In contrast to the large extracellular agonist-binding region of canonical class C GPCRs, GPRC5A has a short N-terminal sequence that is unlikely to bind ligands involved in classic G-protein-mediated signaling. It is possible that aromatic monoamines are not potent enough agonists to induce additional GPRC5A signaling beyond recruitment of β-arrestin. Alternatively, engagement of other GPCRs by aromatic monoamines may interfere with GPRC5A-specific signaling. It is also possible that aromatic monoamines act as allosteric agonists and require additional ligands or protein components to fully activate GPRC5A signaling.

The future discovery and development of agonists that are more potent and selective may help to elucidate how GPRC5A signaling is regulated. In addition, applying synthetic agonists or aromatic-monoamine-producing bacteria in different mouse models may help to clarify the roles of GPRC5A signaling in inflammatory diseases and colorectal cancer.
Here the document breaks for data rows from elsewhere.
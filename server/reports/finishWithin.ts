import { REPORT_COLOURS as C } from '../../shared/reports/palette';
import { MAX_PAGES, PageLimitReached, type ReportWriter } from './pdf/ReportWriter';
import { safetySection } from './sections/notesSections';

/**
 * Writes the sections in order until the page limit stops them (then says so), always ends with the
 * safety cautions, and returns the finished PDF.
 */
export async function finishWithin(w: ReportWriter, sections: (() => void)[]): Promise<Buffer> {
  try {
    for (const s of sections) s();
  } catch (err) {
    if (!(err instanceof PageLimitReached)) throw err;
    // The cautions must be in every report: they get a page of their own past the limit if need be.
    if (w.y + 120 > w.bottom) w.doc.addPage();
    w.paragraph(`The report stops here: it reached its limit of ${MAX_PAGES} pages. The CSV and JSON exports hold every figure.`, { weight: 'bold', color: C.danger });
  }
  if (w.y + 180 > w.bottom) w.doc.addPage();
  safetySection(w);
  return w.finish();
}
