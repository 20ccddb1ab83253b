import type { AddMemberRequest, MemberCandidate, ProjectMember, ProjectMemberList } from '../../shared/schemas/projectMember';
import { api } from './http';

export const listMembers = (projectId: number) => api<ProjectMemberList>('GET', `/projects/${projectId}/members`);
export const listCandidates = (projectId: number) => api<{ items: MemberCandidate[] }>('GET', `/projects/${projectId}/member-candidates`);
export const addMember = (projectId: number, req: AddMemberRequest) => api<{ member: ProjectMember }>('POST', `/projects/${projectId}/members`, req);
export const removeMember = (projectId: number, userId: number) => api<void>('DELETE', `/projects/${projectId}/members/${userId}`);
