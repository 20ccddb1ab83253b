import type { MailMessage, MailSummary } from '../../shared/schemas/mail';
import type { InviteUserRequest, User } from '../../shared/schemas/user';
import { api } from './http';

export const inviteUser = (req: InviteUserRequest) => api<{ user: User }>('POST', '/users/invite', req);
export const requestReset = (email: string) => api<{ message: string }>('POST', '/auth/reset-request', { email });
export const setPassword = (token: string, password: string) => api<void>('POST', '/auth/set-password', { token, password });
export const listMail = () => api<{ items: MailSummary[] }>('GET', '/admin/mail');
export const getMail = (id: number) => api<MailMessage>('GET', `/admin/mail/${id}`);
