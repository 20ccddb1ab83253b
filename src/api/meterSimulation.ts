import type { MeterSimulationRequest, MeterSimulationResponse } from '../../shared/schemas/meterSimulation';
import { api } from './http';

export const simulateMeter = (captureId: number, req: MeterSimulationRequest) => api<MeterSimulationResponse>('POST', `/captures/${captureId}/meter-simulation`, req);
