import type { AnalysisResponse, CaptureDetail, CaptureList, CaptureListQuery, SamplesQuery, UpdateCaptureRequest, UploadResponse } from '../../shared/schemas/capture';
import { api, ApiError, clientHeaders, toError } from './http';
import { queryString as query } from './queryString';
import { fetchSamples } from './samples';

export const listCaptures = (q: Partial<CaptureListQuery>) => api<CaptureList>('GET', `/captures?${query(q)}`);
export const getCapture = (id: number) => api<CaptureDetail>('GET', `/captures/${id}`);
export const getAnalysis = (id: number) => api<AnalysisResponse>('GET', `/captures/${id}/analysis`);
export const deleteCapture = (id: number) => api<void>('DELETE', `/captures/${id}`);
export const updateCapture = (id: number, req: UpdateCaptureRequest) => api<CaptureDetail>('PATCH', `/captures/${id}`, req);
export const setComtradeValues = (id: number, values: 'primary' | 'secondary') => api<CaptureDetail>('POST', `/captures/${id}/comtrade-values`, { values });
export const giveSampleRate = (id: number, sampleRate: number) => api<CaptureDetail>('POST', `/captures/${id}/sample-rate`, { sampleRate });
export const getSamples = (id: number, q: SamplesQuery) => fetchSamples(`/captures/${id}/samples?${query(q)}`);
export const originalUrl = (id: number) => `/api/captures/${id}/original`;

/** Uploads one file (or a COMTRADE .cfg with its .dat in `data`) with progress (fetch cannot report upload progress, XMLHttpRequest can). */
export function uploadCapture(file: File, fields: { projectId?: number; name?: string; channelSetup?: string; data?: File }, onProgress: (fraction: number) => void): Promise<UploadResponse> {
  return new Promise((resolve, reject) => {
    const xhr = new XMLHttpRequest();
    xhr.open('POST', '/api/captures');
    for (const [name, value] of Object.entries(clientHeaders)) xhr.setRequestHeader(name, value);
    xhr.upload.onprogress = (e) => e.lengthComputable && onProgress(e.loaded / e.total);
    xhr.onerror = () => reject(new ApiError(0, 'network', 'The upload did not reach the server'));
    xhr.onload = async () => {
      const res = new Response(xhr.responseText, { status: xhr.status, headers: { 'content-type': 'application/json' } });
      if (xhr.status >= 200 && xhr.status < 300) resolve(JSON.parse(xhr.responseText));
      else reject(await toError(res));
    };
    const form = new FormData();
    if (fields.projectId) form.append('projectId', String(fields.projectId));
    if (fields.name) form.append('name', fields.name);
    if (fields.channelSetup) form.append('channelSetup', fields.channelSetup);
    form.append('file', file);
    if (fields.data) form.append('data', fields.data);
    xhr.send(form);
  });
}
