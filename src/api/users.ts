import type { CreateUserRequest, UpdateUserRequest, User } from '../../shared/schemas/user';
import { api } from './http';

export const listUsers = () => api<{ items: User[] }>('GET', '/users');
export const createUser = (req: CreateUserRequest) => api<{ user: User }>('POST', '/users', req);
export const updateUser = (id: number, req: UpdateUserRequest) => api<{ user: User }>('PATCH', `/users/${id}`, req);
export const signOutEverywhere = (id: number) => api<void>('DELETE', `/users/${id}/sessions`);
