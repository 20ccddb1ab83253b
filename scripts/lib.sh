# Shared by the start, dev, test, bench and db scripts: make sure what Crestline needs is installed, and
# keep one Crestline per data folder.
export PATH="$PATH:/usr/sbin:/usr/local/sbin"

# npm packages, from the lock file, when node_modules is missing or older than the lock.
ensure_node_modules() {
  if [ ! -d node_modules ] || [ package-lock.json -nt node_modules/.package-lock.json ]; then
    echo "Installing npm packages..."
    npm ci --no-audit --no-fund --loglevel=error
  fi
}

# A Debian package, installed when the command it provides is missing.
ensure_apt() {
  local command=$1 package=$2
  if ! command -v "$command" >/dev/null 2>&1; then
    echo "Installing $package from Debian's packages..."
    export DEBIAN_FRONTEND=noninteractive
    apt-get update -qq >/dev/null
    apt-get install -y -qq "$package" >/dev/null
  fi
}

# DATA_DIR (default .data), made absolute so that the server, MariaDB and the messages agree on it, and
# private: it holds the session secret, the uploaded originals and the database files.
use_data_dir() {
  DATA_DIR=${DATA_DIR:-.data}
  mkdir -p "$DATA_DIR"
  chmod 700 "$DATA_DIR"
  DATA_DIR=$(cd "$DATA_DIR" && pwd)
  export DATA_DIR
}

# Whether something accepts connections on 127.0.0.1:PORT (bash's /dev/tcp; a refused connection
# answers at once, and `timeout` bounds a firewall that drops instead).
port_in_use() {
  timeout 2 bash -c "exec 3<>/dev/tcp/127.0.0.1/$1" 2>/dev/null
}

# Ends the script with the one line the server prints for the same case (server/startupError.ts).
refuse_taken_port() {
  local port=$1 variable=$2
  if [ "$port" != 0 ] && port_in_use "$port"; then
    echo "Crestline cannot start: port $port on 127.0.0.1 is already in use; set $variable to a free port." >&2
    exit 1
  fi
}

# A field of a key=value lock file (pid, started, url), empty when absent.
lock_field() {
  sed -n "s/^$2=//p" "$1" 2>/dev/null | head -1
}

# State and start time (clock ticks since boot) of a process, from /proc/PID/stat fields 3 and 22.
process_stat() {
  sed -E 's/^.*\) //' "/proc/$1/stat" 2>/dev/null | cut -d' ' -f1,20
}

# Whether DATA_DIR/server.lock names a live server, as isAlive in server/services/dataDirLock.ts
# decides: its pid runs, is no zombie, and started when the lock says (so a reused pid does not count).
live_server() {
  local lock="$DATA_DIR/server.lock" pid started state now
  pid=$(lock_field "$lock" pid)
  started=$(lock_field "$lock" started)
  [ -n "$pid" ] || return 1
  if [ ! -d /proc/self ]; then
    kill -0 "$pid" 2>/dev/null
    return
  fi
  read -r state now <<<"$(process_stat "$pid")" || return 1
  [ -n "$now" ] && [ "$state" != Z ] && [ "$state" != X ] && { [ -z "$started" ] || [ "$now" = "$started" ]; }
}

# The two lines of the server's own message (alreadyRunning in server/services/dataDirLock.ts).
already_running() {
  local pid=$1 url=$2
  [ "$url" = starting ] && url="still starting"
  echo "Crestline is already running from this folder ($DATA_DIR): pid $pid, $url" >&2
  echo "Stop that one first (Ctrl-C in its terminal, or kill $pid), or give this one its own DATA_DIR." >&2
}

# Makes this script the one that runs Crestline from DATA_DIR, or ends it with exit 1 and the pid and
# address of the one that does, before anything (packages, MariaDB) is touched. The lock is flock(1)
# on fd 9, which the kernel drops when this shell ends, however it ends, so a killed start never
# leaves a stale lock behind. Long-lived children must not inherit fd 9 (run them with 9>&-): MariaDB
# left running, or a helper process of the server (tsx's esbuild) still exiting, would keep the
# folder locked. The server holds DATA_DIR/server.lock instead, which live_server checks below.
take_data_dir() {
  local lock="$DATA_DIR/start.lock" url=$1
  exec 9>>"$lock"
  if ! flock -n 9; then
    if live_server; then
      already_running "$(lock_field "$DATA_DIR/server.lock" pid)" "$(lock_field "$DATA_DIR/server.lock" url)"
    else
      already_running "$(lock_field "$lock" pid)" "$(lock_field "$lock" url)"
    fi
    exit 1
  fi
  # A server started by hand (`node --import tsx server/index.ts`) holds no flock, only server.lock.
  if live_server; then
    already_running "$(lock_field "$DATA_DIR/server.lock" pid)" "$(lock_field "$DATA_DIR/server.lock" url)"
    exit 1
  fi
  printf 'pid=%s\nurl=%s\n' "$$" "$url" >"$lock"
}
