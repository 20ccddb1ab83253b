import { CLIENT_HEADER, CLIENT_HEADER_VALUE } from '../../shared/clientHeader';
import { ApiErrorBody } from '../../shared/schemas/error';

/** An error answered by the API, with its code, message and (for CSV errors) file line. */
export class ApiError extends Error {
  constructor(
    readonly status: number,
    readonly code: string,
    message: string,
    readonly line?: number,
  ) {
    super(message);
  }
}

export const isApiError = (e: unknown): e is ApiError => e instanceof ApiError;

async function toError(res: Response): Promise<ApiError> {
  const parsed = ApiErrorBody.safeParse(await res.json().catch(() => null));
  if (parsed.success) return new ApiError(res.status, parsed.data.error.code, parsed.data.error.message, parsed.data.error.line);
  return new ApiError(res.status, 'http_error', `The server answered ${res.status} ${res.statusText}`);
}

/** Sent on every API call: the server refuses state-changing requests it cannot tell came from Crestline itself. */
export const clientHeaders: Record<string, string> = { [CLIENT_HEADER]: CLIENT_HEADER_VALUE };

/** The one fetch wrapper: JSON in and out, cookies included, errors as ApiError. */
export async function api<T>(method: string, path: string, body?: unknown): Promise<T> {
  const res = await fetch(`/api${path}`, {
    method,
    credentials: 'same-origin',
    headers: body === undefined ? clientHeaders : { ...clientHeaders, 'content-type': 'application/json' },
    body: body === undefined ? undefined : JSON.stringify(body),
  });
  if (!res.ok) throw await toError(res);
  return res.status === 204 ? (undefined as T) : ((await res.json()) as T);
}

/** A GET answered as bytes (the binary samples answer, say), with the same cookies, header and errors as `api`. */
export async function apiBytes(path: string, accept: string): Promise<ArrayBuffer> {
  const res = await fetch(`/api${path}`, { credentials: 'same-origin', headers: { ...clientHeaders, accept } });
  if (!res.ok) throw await toError(res);
  return res.arrayBuffer();
}

export { toError };
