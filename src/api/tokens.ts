import type { ApiTokenCreated, ApiTokenList, CreateApiTokenRequest } from '../../shared/schemas/apiToken';
import { api } from './http';

export const listTokens = () => api<ApiTokenList>('GET', '/tokens');
export const createToken = (req: CreateApiTokenRequest) => api<ApiTokenCreated>('POST', '/tokens', req);
export const revokeToken = (id: number) => api<void>('DELETE', `/tokens/${id}`);
export const listAllTokens = () => api<ApiTokenList>('GET', '/admin/tokens');
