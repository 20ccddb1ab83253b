import type { SavedMeterProfile, SaveMeterProfileRequest } from '../../shared/schemas/savedMeterProfile';
import { api } from './http';

export const listMeterProfiles = (projectId: number) => api<{ items: SavedMeterProfile[] }>('GET', `/meter-profiles?projectId=${projectId}`);
export const saveMeterProfile = (req: SaveMeterProfileRequest) => api<SavedMeterProfile>('POST', '/meter-profiles', req);
export const deleteMeterProfile = (id: number) => api<void>('DELETE', `/meter-profiles/${id}`);
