import type { SamplesQuery } from '../../shared/schemas/capture';
import type { CreateShareRequest, ShareCreated, ShareInfo, SharedView } from '../../shared/schemas/share';
import { api } from './http';
import { queryString } from './queryString';
import { fetchSamples } from './samples';

type Target = { kind: 'captures' | 'comparisons'; id: number };
export const createShare = (t: Target, req: CreateShareRequest) => api<ShareCreated>('POST', `/${t.kind}/${t.id}/shares`, req);
export const listShares = (t: Target) => api<{ items: ShareInfo[] }>('GET', `/${t.kind}/${t.id}/shares`);
export const revokeShare = (id: number) => api<void>('DELETE', `/shares/${id}`);
export const openShared = (token: string) => api<SharedView>('GET', `/shared/${encodeURIComponent(token)}`);
export const sharedSamples = (token: string, captureId: number, q: SamplesQuery) =>
  fetchSamples(`/shared/${encodeURIComponent(token)}/captures/${captureId}/samples?${queryString(q)}`);
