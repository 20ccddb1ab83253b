#!/usr/bin/env bash
# npm run dev: the API (restarting on change) behind Vite's dev server with hot reload.
set -euo pipefail
cd "$(dirname "$0")/.."
source scripts/lib.sh
ensure_node_modules
ensure_apt mariadbd mariadb-server
DATABASE_URL=$(scripts/db.sh up dev "${DB_PORT:-3406}" crestline)
export DATABASE_URL SEED_DEMO=1 SERVE_CLIENT=0
trap 'kill 0; scripts/db.sh down dev' EXIT
npx tsx watch server/index.ts &
npx vite
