import type { ComplianceRequest, ComplianceResult, StoredLimitCheck } from '../../shared/schemas/compliance';
import type { ReportOptions } from '../../shared/schemas/report';
import { api, clientHeaders, toError } from './http';

export type ExportKind = 'figures' | 'harmonics' | 'samples';

/** The address of a capture's CSV or JSON export; a plain link downloads it, streaming. */
export function exportUrl(captureId: number, kind: ExportKind, format: 'csv' | 'json', q: { decimal?: 'point' | 'comma'; fromS?: number; toS?: number } = {}): string {
  const params = new URLSearchParams();
  if (format === 'csv' && q.decimal === 'comma') params.set('decimal', 'comma');
  if (kind === 'samples' && q.fromS !== undefined) params.set('fromS', String(q.fromS));
  if (kind === 'samples' && q.toS !== undefined) params.set('toS', String(q.toS));
  const query = params.toString();
  return `/api/captures/${captureId}/${kind}.${format}${query ? `?${query}` : ''}`;
}

export const reportUrl = (kind: 'captures' | 'comparisons', id: number) => `/api/${kind}/${id}/report.pdf`;
export const sharedReportUrl = (token: string, captureId?: number) =>
  `/api/shared/${encodeURIComponent(token)}${captureId === undefined ? '' : `/captures/${captureId}`}/report.pdf`;

/**
 * Downloads a report with the person's title, summary, name and company: a POST (the summary is too long
 * for an address), so it goes through fetch with the client header every API call carries (the origin
 * check refuses a POST without it), and is saved from a blob.
 */
export async function downloadReport(kind: 'captures' | 'comparisons', id: number, options: ReportOptions): Promise<void> {
  const res = await fetch(reportUrl(kind, id), {
    method: 'POST',
    credentials: 'same-origin',
    headers: { ...clientHeaders, 'content-type': 'application/json' },
    body: JSON.stringify(options),
  });
  if (!res.ok) throw await toError(res);
  const name = /filename="?([^";]+)"?/.exec(res.headers.get('content-disposition') ?? '')?.[1] ?? 'crestline-report.pdf';
  const url = URL.createObjectURL(await res.blob());
  const a = Object.assign(document.createElement('a'), { href: url, download: name });
  document.body.appendChild(a);
  a.click();
  a.remove();
  setTimeout(() => URL.revokeObjectURL(url), 60_000);
}

export const runCompliance = (captureId: number, req: ComplianceRequest) => api<ComplianceResult>('POST', `/captures/${captureId}/compliance`, req);
export const listLimitChecks = (captureId: number) => api<{ items: StoredLimitCheck[] }>('GET', `/captures/${captureId}/limit-checks`);
export const keepLimitCheck = (captureId: number, req: ComplianceRequest) => api<StoredLimitCheck>('POST', `/captures/${captureId}/limit-checks`, req);
export const removeLimitCheck = (id: number) => api<void>('DELETE', `/limit-checks/${id}`);
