#!/usr/bin/env bash
# npm test: everything on a clean machine. Installs what is missing, starts a private test MariaDB with
# an empty database, then runs lint, type-check, build, and every test (unit, API, browser), cheapest first.
set -euo pipefail
umask 077
cd "$(dirname "$0")/.."
source scripts/lib.sh
ensure_node_modules
ensure_apt mariadbd mariadb-server
ensure_apt chromium chromium
ensure_apt pdftotext poppler-utils

TEST_DB_PORT=${TEST_DB_PORT:-3407}
TEST_DATABASE_URL=$(scripts/db.sh up test "$TEST_DB_PORT" crestline_test TEST_DB_PORT)
scripts/db.sh sql test 'DROP DATABASE crestline_test; CREATE DATABASE crestline_test CHARACTER SET utf8mb4;'
export TEST_DATABASE_URL
trap 'scripts/db.sh down test || true' EXIT

echo "== lint";        npx eslint .
echo "== types";       npx vue-tsc --noEmit -p tsconfig.json
echo "== build";       npx vite build --logLevel warn
echo "== tests"
mkdir -p test-results
status=0
npx vitest run --reporter=default --reporter=json --outputFile.json=test-results/vitest.json || status=$?
node -e '
  const r = require("./test-results/vitest.json");
  console.log(`tests: ${r.numPassedTests} passed, ${r.numFailedTests} failed`);
' || true
exit $status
Howard C. Hang & Xiaohui Zhao

Scripps Research, La Jolla, CA, USA.

Expert opinion

“In this elegant study, the authors de-orphan the G-protein coupled receptor GPRC5A using a photoaffinity labeling probe that resembles its microbiota-derived ligands, identify gut microbiome bacteria that produce these ligands, develop synthetic agonists that are more potent than these ligands, and address the function of this GPCR. In sum, this study is novel and impactful because it de-orphans a GPCR and finds that microbial ligands can activate this receptor, which may be involved in cancer and inflammation.” Pamela V. Chang, Cornell University, Ithaca, NY, USA.

Behind the paper

This study of microbiota-derived indole metabolites was initiated as part of our laboratory’s efforts to determine the functional roles of microbiota metabolites, including peptidoglycan, short-chain fatty acids and bile acids. We have identified many interesting candidate host proteins with which these metabolites interact but chose GPRC5A for functional studies due to its ‘orphan’ status and aberrant expression in various cancers. The PRESTO-Tango assay, which is available as an open-source resource, was one of the key methods we used to identify the aromatic monoamine agonists for GPRC5A. We are very grateful for the generous gift of research materials from the scientific community and our collaborators. Although the start of the COVID-19 pandemic in early 2020 forced us to slow down our research into other synthetic aromatic monoamine derivatives and cultures of microbiota species, it gave us the time to discuss and prepare this study. H.C.H. & X.Z.

From the editor

“This study provides a nice interplay between microbial metabolism and GPCR signaling and highlights the strength of chemoproteomics in the identification of mechanisms of action for microbial metabolites.” Editorial Team, Nature Chemical Biology.